Novel Interpretable and Robust Web-based AI Platform for Phishing Email Detection

Metadane

Autorzy: Abdulla Al-Subaiey, Mohammed Al-Thani, Naser Abdullah Alam, Kaniz Fatema Antora, Amith Khandakar, SM Ashfaq Uz Zaman
Rok: 2024
Źródło: Computers and Electrical Engineering, Volume 119
DOI/Link: 10.1016/j.compeleceng.2024.109625
Status: read
Tagi: phishing-detection email-classification web-application explainable-ai svm tf-idf machine-learning real-world-deployment lime

Streszczenie

Publikacja przedstawia wysokowydajny model uczenia maszynowego do klasyfikacji phishingowych emaili, osiągający F1-score 0.99 na największym dostępnym publicznie zbiorze danych (~82,500 emaili).

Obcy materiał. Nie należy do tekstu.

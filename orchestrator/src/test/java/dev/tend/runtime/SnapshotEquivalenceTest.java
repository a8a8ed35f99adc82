package dev.tend.runtime;

import dev.tend.engine.BrakeThresholds;
import dev.tend.engine.Effect;
import dev.tend.engine.Engine;
import dev.tend.engine.EngineSetup;
import dev.tend.engine.EngineState;
import dev.tend.engine.EventTimeMode;
import dev.tend.playbooks.PlaybookSet;
import dev.tend.playbooks.RateLimit;
import dev.tend.playbooks.TendConfig;
import dev.tend.playbooks.load.PlaybookLoader;
import dev.tend.shared.fleet.Fleet;
import dev.tend.shared.fleet.FleetFile;
import dev.tend.store.SnapshotRow;
import org.junit.jupiter.api.AfterAll;
import org.junit.jupiter.params.ParameterizedTest;
import org.junit.jupiter.params.provider.ValueSource;

import java.nio.file.Path;
import java.time.Duration;
import java.time.Instant;
import java.util.List;

import static org.assertj.core.api.Assertions.assertThat;

/**
 * A snapshot plus the inputs after it is the engine of a full replay: on random input
 * sequences, an engine restored from a snapshot (written to the stored format and read
 * back) and the engine that handled every input give the same effects for every next
 * input, and reach the same state.
 */
class SnapshotEquivalenceTest {
    private static final Path LIBRARY = dev.tend.testing.RepositoryRoot.path().resolve("playbooks/library");
    private static final int STEPS = 1_000;
    private static final int SNAPSHOT_EVERY = 100;
    /** What the sequences of all seeds, and of the seeds with the tight policy, made the engines do. */
    private static final Coverage ALL = new Coverage();
    private static final Coverage TIGHT = new Coverage();

    /**
     * The sequences went through the state a snapshot must carry: run gates that stood runs
     * down, rolling budgets that held candidates, the brake's gathered page with pages folded
     * into it, flapping pages, approval pages and their reminders, exclusions.
     */
    @AfterAll
    static void theSequencesWentThroughGatesBudgetsAndPages() {
        assertThat(ALL.counts).containsKeys("run-standing-down", "page:flapping", "page:approval-requested",
                "page:approval-lapsing", "page:playbook", "exclusion-added", "reason:masked", "reason:excluded");
        assertThat(TIGHT.counts).containsKeys("reason:rate-limit", "page:brake", "page-folded", "brake-engaged:automatic");
    }

    @ParameterizedTest
    @ValueSource(longs = {1, 2, 3, 4, 5, 6})
    void snapshotPlusTailGivesTheSameEffectsAndStateAsTheFullSequence(long seed) {
        PlaybookSet set = PlaybookLoader.load(LIBRARY);
        Fleet fleet = FleetFile.load(LIBRARY.resolve("fleet.yaml"));
        EventTimeMode mode = seed % 2 == 0 ? EventTimeMode.eventsOnly() : EventTimeMode.following(Duration.ofMinutes(2));
        // Odd seeds run a tight policy: a fleet-wide budget of 4 starts in any hour and a brake
        // that engages at 6 unhealthy clusters, so rolling budgets hold candidates and the
        // brake's gathered page goes out.
        boolean tight = seed % 2 == 1;
        TendConfig c = set.config();
        TendConfig config = tight ? new TendConfig(c.defaults(), c.brake(), c.freezes(), new RateLimit(4, Duration.ofHours(1)),
                c.maxSkew(), c.signals(), c.source(), c.contentHash(), c.paging()) : c;
        BrakeThresholds brake = tight ? new BrakeThresholds(6, null, 3, null, true, "oncall", Duration.ofMinutes(5))
                : BrakeThresholds.from(c.brake());
        EngineSetup setup = new EngineSetup(set, config, fleet, brake, mode);
        String fingerprint = SnapshotCodec.fingerprint(setup);
        Engine full = new Engine(setup);
        Engine restored = null;
        Coverage seen = new Coverage();
        RandomInputs inputs = new RandomInputs(seed, fleet, 40, Instant.parse("2027-03-14T01:00:00Z"));
        for (int i = 1; i <= STEPS; i++) {
            RandomInputs.Step step = inputs.next();
            List<Effect> expected = RandomInputs.handle(full, step);
            if (restored != null) {
                List<Effect> actual = RandomInputs.handle(restored, step);
                assertThat(actual).as("effects of input %d (%s), seed %d", i, step.input(), seed).isEqualTo(expected);
            }
            inputs.observe(expected);
            seen.count(expected);
            if (i % SNAPSHOT_EVERY == 0) {
                if (restored != null) {
                    assertThat(json(restored.state())).as("state after input %d, seed %d", i, seed).isEqualTo(json(full.state()));
                }
                EngineState state = full.state();
                java.util.Map<String, Long> sources = java.util.Map.of("ingest:" + seed, (long) i);
                SnapshotRow row = SnapshotCodec.encode(i, step.now(), fingerprint, state, sources);
                // the format tend wrote before (format 1) must still give the same state: the odd points restore from it
                SnapshotRow older = FormatOneSnapshot.of(i, step.now(), fingerprint, state, sources);
                SnapshotCodec.Decoded decoded = SnapshotCodec.decode(row);
                SnapshotCodec.Decoded decodedOlder = SnapshotCodec.decode(older);
                assertThat(decoded.sources()).containsEntry("ingest:" + seed, (long) i);
                assertThat(decodedOlder.sources()).isEqualTo(decoded.sources());
                assertThat(json(decoded.state())).as("the stored form gives back the state").isEqualTo(json(state));
                assertThat(json(decodedOlder.state())).as("format 1 gives back the state").isEqualTo(json(state));
                restored = Engine.restore(setup, (i / SNAPSHOT_EVERY) % 2 == 0 ? decoded.state() : decodedOlder.state());
            }
        }
        assertThat(full.inputsHandled()).isEqualTo(STEPS);
        assertThat(full.runs()).as("the sequence started runs").isNotEmpty();
        System.out.println("seed " + seed + ": " + seen);
        (tight ? TIGHT : ALL).counts.putAll(seen.counts);
        if (tight) ALL.counts.putAll(seen.counts);
    }

    /** What the sequence made the engine do, so that the test shows it went through gates, budgets and pages. */
    private static final class Coverage {
        final java.util.TreeMap<String, Integer> counts = new java.util.TreeMap<>();

        void count(List<Effect> effects) {
            for (Effect e : effects) {
                if (e instanceof Effect.Ledger l) {
                    add(l.type().wire());
                    if (l.type() == dev.tend.engine.LedgerKind.BRAKE_ENGAGED) add("brake-engaged:" + l.fields().get("by"));
                    Object reasons = l.fields().get("reasons");
                    if (reasons instanceof java.util.Collection<?> c) for (Object r : c) add("reason:" + r);
                } else if (e instanceof Effect.Notify n) add("page:" + n.kind());
            }
        }

        void add(String k) {
            counts.merge(k, 1, Integer::sum);
        }

        @Override
        public String toString() {
            return counts.toString();
        }
    }

    private static String json(EngineState s) {
        return SnapshotCodec.json(s);
    }
}
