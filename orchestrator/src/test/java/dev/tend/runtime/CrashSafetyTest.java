package dev.tend.runtime;

import dev.tend.shared.RunState;
import dev.tend.fault.FaultFiles;
import dev.tend.fault.TendProcess;
import dev.tend.store.LedgerVerification;
import dev.tend.store.RunFilter;
import dev.tend.store.RunRow;
import dev.tend.store.Store;
import org.junit.jupiter.api.Test;
import org.junit.jupiter.api.io.TempDir;


import java.io.IOException;
import java.nio.file.Files;
import java.nio.file.Path;
import java.util.HashMap;
import java.util.List;
import java.util.Map;
import java.util.Random;
import java.util.concurrent.TimeUnit;

import static org.assertj.core.api.Assertions.assertThat;

/**
 * Kills {@code tend ingest} with SIGKILL at random moments, restarts it on the same store
 * each time, and checks that nothing was done twice and nothing was lost. The number of
 * kills is the system property {@code tend.crash.kills} (50 in CI).
 */
class CrashSafetyTest {
    private static final int CLUSTERS = 120;
    /** Clusters whose process-down playbook uses the action that cannot be asked again. */
    private static final int PLAIN = 10;

    @TempDir
    Path dir;

    @Test
    void killedAtRandomMomentsNoKeyRunsTwiceEveryRunFinishesOrWaitsForAPersonAndTheLedgerVerifies() throws Exception {
        int kills = Integer.getInteger("tend.crash.kills", 50);
        Path log = dir.resolve("executed.log");
        Files.createFile(log);
        Files.createDirectories(dir.resolve("claims"));
        writeScripts();
        writePolicy();
        Path input = writeInput();
        Path db = dir.resolve("tend.db");
        Random random = new Random(20271114L);
        int killedMidway = 0;
        for (int i = 0; i < kills; i++) {
            long before = Files.size(log);
            Process p = startIngest(input, db, "run-" + i);
            // kill only once the child is visibly at work (or let it finish if nothing is left to do)
            long deadline = System.nanoTime() + TimeUnit.SECONDS.toNanos(20);
            while (p.isAlive() && Files.size(log) == before && System.nanoTime() < deadline) Thread.sleep(5);
            if (!p.waitFor(random.nextInt(300), TimeUnit.MILLISECONDS)) {
                p.destroyForcibly(); // SIGKILL on Unix
                killedMidway++;
            }
            p.waitFor(30, TimeUnit.SECONDS);
        }
        Process last = startIngest(input, db, "final");
        assertThat(last.waitFor(120, TimeUnit.SECONDS)).as("the last, unkilled ingest finishes").isTrue();
        assertThat(last.exitValue()).as(Files.readString(dir.resolve("final.err"))).isZero();

        Map<String, Integer> done = FaultFiles.doneKeys(log);
        assertThat(done).as("keys executed to completion").isNotEmpty();
        assertThat(done.values()).as("no key executed to completion twice").allMatch(n -> n == 1);
        try (Store store = Store.openSqlite(db)) {
            List<RunRow> runs = store.read(r -> r.runs(RunFilter.all().withLimit(10_000)));
            StringBuilder holds = new StringBuilder(Files.readString(dir.resolve("final.out")));
            store.read(r -> {
                java.util.Set<String> seen = new java.util.TreeSet<>();
                r.forEachLedger(dev.tend.store.LedgerFilter.all(), e -> {
                    if (e.kind().equals("verdict") || e.kind().startsWith("run-") || e.kind().startsWith("step-")
                            || e.kind().contains("result")) {
                        String k = e.entry().replaceAll("\"at\":\"[^\"]*\"|\"seq\":\\d+|fares-\\d+|r\\d{6}|\\d\\d:\\d\\d:\\d\\d[.0-9]*", "");
                        if (seen.add(k)) holds.append(e.entry()).append('\n');
                    }
                });
                return null;
            });
            assertThat(runs).as(holds.toString()).hasSize(CLUSTERS + PLAIN);
            assertThat(runs).extracting(RunRow::state)
                    .as("every run finished or is waiting for a person")
                    .allMatch(s -> s == RunState.SUCCEEDED || s == RunState.NEEDS_HUMAN);
            // the journal, replayed through a fresh engine, rebuilds exactly the runs the projections show
            dev.tend.engine.EngineSetup setup = new dev.tend.engine.EngineSetup(
                    dev.tend.playbooks.load.PlaybookLoader.load(dir.resolve("policy")),
                    dev.tend.playbooks.load.PlaybookLoader.loadConfig(dir.resolve("policy/tend.yaml")),
                    dev.tend.shared.fleet.FleetFile.load(dir.resolve("policy/fleet.yaml")),
                    dev.tend.engine.BrakeThresholds.from(dev.tend.playbooks.load.PlaybookLoader.loadConfig(dir.resolve("policy/tend.yaml")).brake()),
                    dev.tend.engine.EventTimeMode.eventsOnly());
            dev.tend.engine.Engine replayed = new dev.tend.engine.Engine(setup);
            store.read(r -> {
                r.forEachInput(0, row -> {
                    // progress rows count what ingest read of its file; they are not the engine's inputs
                    if (!row.kind().equals(SourceProgress.KIND)) replayed.handle(InputCodec.decode(row), row.now());
                });
                return null;
            });
            Map<String, String> projected = new HashMap<>();
            for (RunRow r : runs) projected.put(r.runId(), r.state().wireName());
            Map<String, String> rebuilt = new HashMap<>();
            for (dev.tend.engine.RunSnapshot r : replayed.runs()) rebuilt.put(r.runId(), r.state().wireName());
            assertThat(rebuilt).isEqualTo(projected);
            LedgerVerification v = store.read(r -> r.verifyLedger());
            assertThat(v.ok()).as(v.reason()).isTrue();
            System.out.printf("crash test: %d restarts, %d killed mid-way, %d runs (%d succeeded, %d need a person), %d keys done, %d ledger entries%n",
                    kills, killedMidway, runs.size(), runs.stream().filter(r -> r.state() == RunState.SUCCEEDED).count(),
                    runs.stream().filter(r -> r.state() == RunState.NEEDS_HUMAN).count(), done.size(), v.entries());
        }
    }

    private Process startIngest(Path input, Path db, String name) throws IOException {
        return TendProcess.start(dir, name, List.of("ingest", input.toString(), "--playbooks", dir.resolve("policy").toString(),
                "--fleet", dir.resolve("policy/fleet.yaml").toString(), "--db", db.toString()));
    }

    /** Two programs that log each key they run: one de-duplicates by key (idempotent), one does not. */
    private void writeScripts() throws IOException {
        FaultFiles.writeIdempotentScript(dir.resolve("idempotent.sh"));
        Files.writeString(dir.resolve("plain.sh"), """
                key="$1"; log="$2"
                echo "start $key" >> "$log"
                sleep 0.3
                echo "done $key" >> "$log"
                """);
    }

    private void writePolicy() throws IOException {
        Path policy = Files.createDirectories(dir.resolve("policy"));
        String log = dir.resolve("executed.log").toString();
        String claims = dir.resolve("claims").toString();
        Files.writeString(policy.resolve("actions.yaml"), """
                actions:
                  fix-idempotent:
                    command: [sh, %s, "{key}", %s, %s]
                    timeout: 10m
                    idempotent: true
                  fix-plain:
                    command: [sh, %s, "{key}", %s]
                    timeout: 10m
                """.formatted(dir.resolve("idempotent.sh"), log, claims, dir.resolve("plain.sh"), log));
        Files.writeString(policy.resolve("tend.yaml"), FaultFiles.WIDE_OPEN_POLICY);
        for (String signal : List.of("heartbeat", "process-down")) {
            Files.writeString(policy.resolve("fix-" + signal + ".yaml"), """
                    playbook: fix-%1$s
                    version: 1
                    trigger: { signal: %1$s, state: breach, scope: node }
                    limits: { impaired-fraction: 1.0, keep-replicas: false, keep-quorum: false }
                    steps:
                      - { id: first, action: fix-idempotent, timeout: 10m }
                      - { id: second, action: %2$s, timeout: 10m }
                    """.formatted(signal, signal.equals("heartbeat") ? "fix-idempotent" : "fix-plain"));
        }
        Files.writeString(policy.resolve("fleet.yaml"), FaultFiles.fleet("larkspur-crash", "fares", CLUSTERS));
    }

    private Path writeInput() throws IOException {
        StringBuilder sb = new StringBuilder();
        for (int c = 1; c <= CLUSTERS; c++) {
            sb.append("{\"at\":\"2026-03-14T02:").append(String.format("%02d", c % 60)).append(":00Z\",\"cluster\":\"fares-").append(c)
                    .append("\",\"node\":\"n1\",\"signal\":\"heartbeat\",\"state\":\"breach\"}\n");
            if (c <= PLAIN) sb.append("{\"at\":\"2026-03-14T02:").append(String.format("%02d", c % 60)).append(":30Z\",\"cluster\":\"fares-").append(c)
                    .append("\",\"node\":\"n2\",\"signal\":\"process-down\",\"state\":\"breach\"}\n");
        }
        Path input = dir.resolve("input.jsonl");
        Files.writeString(input, sb);
        return input;
    }

}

Kluczową innowacją jest deployment modelu w działającej aplikacji webowej (https://phishingdetection.onrender.com/) z integracją Explainable AI (LIME) dla zwiększenia zaufania użytkowników. Badanie adresuje fundamentalne ograniczenia istniejących prac: (1) poleganie na prywatnych/małych datasetach, (2) brak real-world deployment, (3) brak interpretowalności predykcji.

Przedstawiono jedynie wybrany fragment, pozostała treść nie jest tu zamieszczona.